(PROBLEM TO SOLVE)
Which lines below contain the word "this"? Copy each of them.

Dataset entries:
+-------+

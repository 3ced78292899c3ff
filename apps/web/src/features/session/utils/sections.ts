import type { ComponentType } from 'react';
import { can, type Action, type Role } from '@seamwright/shared';
import {
  CalendarIcon,
  CustomersIcon,
  InvoicesIcon,
  JobsIcon,
  ProfileIcon,
  ReportsIcon,
  SettingsIcon,
  StockIcon,
  TodayIcon,
} from '../../../components/ui/icons';
import { LayoutIcon } from '../../../components/ui/layout-icon';
import { paths } from '../../../config/paths';

type Icon = ComponentType<{ className?: string }>;

export interface Section {
  to: string;
  label: string;
  Icon: Icon;
  /** The section is shown only to roles that may do this. */
  needs?: Action;
  /** Roles whose phone bottom bar carries this section. */
  phoneRoles: readonly Role[];
  /** A role that knows this section by another name on the phone (what it holds for them). */
  phoneNames?: Partial<Record<Role, { label: string; Icon: Icon }>>;
}

/** Only sections that exist are listed; later work adds Reports. */
const sections: Section[] = [
  {
    to: paths.today,
    label: 'Today',
    Icon: TodayIcon,
    phoneRoles: ['owner', 'office', 'bookkeeper', 'crew_lead'],
  },
  {
    to: paths.customers,
    label: 'Customers',
    Icon: CustomersIcon,
    needs: 'customers.read',
    phoneRoles: ['owner', 'office', 'bookkeeper'],
  },
  // Crew leads reach their jobs through bookings once the calendar lands (jobs.read excludes them).
  {
    to: paths.jobs,
    label: 'Jobs',
    Icon: JobsIcon,
    needs: 'jobs.read',
    phoneRoles: ['owner', 'office', 'bookkeeper'],
  },
  // Crew leads see their own crews' bookings (no money); bookkeepers have no bookings access.
  // Not on the phone bar yet: the crew lead's day (later work) is their phone view of it.
  {
    to: paths.calendar,
    label: 'Calendar',
    Icon: CalendarIcon,
    needs: 'bookings.read',
    phoneRoles: [],
  },
  // Owners and bookkeepers bill here; the office reads an invoice's status for the customer.
  {
    to: paths.invoices,
    label: 'Invoices',
    Icon: InvoicesIcon,
    needs: 'invoices.read',
    phoneRoles: ['bookkeeper'],
  },
  // Shows no prices, so every role sees it; crew leads check cuts and seams with it on site.
  {
    to: paths.layout,
    label: 'Layout',
    Icon: LayoutIcon,
    phoneRoles: ['owner', 'office', 'bookkeeper', 'crew_lead'],
  },
  // No money in it, so every role reads it; crew leads check lots and lengths from the yard.
  {
    to: paths.stock,
    label: 'Stock',
    Icon: StockIcon,
    needs: 'inventory.read',
    phoneRoles: ['crew_lead'],
  },
  // Receivables and exports for the bookkeeper, and the dashboard too for the owner; desktop
  // only (wide tables and charts).
  {
    to: paths.reports,
    label: 'Reports',
    Icon: ReportsIcon,
    needs: 'receivables.read',
    phoneRoles: [],
  },
  // For a crew lead the settings page holds only their own profile, so the phone bar says so.
  {
    to: paths.settings,
    label: 'Settings',
    Icon: SettingsIcon,
    phoneRoles: ['owner', 'office', 'bookkeeper', 'crew_lead'],
    phoneNames: { crew_lead: { label: 'Profile', Icon: ProfileIcon } },
  },
];

export function sectionsFor(role: Role): Section[] {
  return sections.filter((section) => !section.needs || can(role, section.needs));
}

/**
 * The phone bottom bar. Until crews have their scheduled jobs (and with them the gate and
 * hazard notes of the sites they work on), a crew lead's bar reaches Today, Layout, Stock and Profile.
 */
export function phoneSectionsFor(role: Role): Section[] {
  return sectionsFor(role)
    .filter((section) => section.phoneRoles.includes(role))
    .map((section) => ({ ...section, ...section.phoneNames?.[role] }));
}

+-------+

(EXERCISE RESULT)
  /** The section is shown only to roles that may do this. */
  /** Roles whose phone bottom bar carries this section. */
  /** A role that knows this section by another name on the phone (what it holds for them). */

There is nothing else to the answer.